→ Assigned task
From the line that contains "names and defaults)." to the end of the records below, copy every line exactly. Both the first and last of these lines count.

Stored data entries
• • • • • • •

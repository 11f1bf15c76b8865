package main

import (
	"encoding/json"
	"io"

	"google.golang.org/protobuf/encoding/protojson"
	"google.golang.org/protobuf/proto"
)

// writeProtoJSON writes messages as one indented JSON array, each in its
// protojson form (opts, when given, chooses field names and defaults).
func writeProtoJSON[M proto.Message](w io.Writer, ms []M, opts ...protojson.MarshalOptions) error {
	var mo protojson.MarshalOptions
	if len(opts) > 0 {
		mo = opts[0]
	}
	arr := make([]json.RawMessage, 0, len(ms))
	for _, m := range ms {
		b, err := mo.Marshal(m)
		if err != nil {
			return err
		}
		arr = append(arr, b)
	}
	enc := json.NewEncoder(w)
	enc.SetIndent("", "  ")
	return enc.Encode(arr)
}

• • • • • • •

→ Completed task
// protojson form (opts, when given, chooses field names and defaults).
func writeProtoJSON[M proto.Message](w io.Writer, ms []M, opts ...protojson.MarshalOptions) error {
	var mo protojson.MarshalOptions
	if len(opts) > 0 {
		mo = opts[0]
	}
	arr := make([]json.RawMessage, 0, len(ms))
	for _, m := range ms {
		b, err := mo.Marshal(m)
		if err != nil {
			return err
		}
		arr = append(arr, b)
	}
	enc := json.NewEncoder(w)
	enc.SetIndent("", "  ")
	return enc.Encode(arr)
}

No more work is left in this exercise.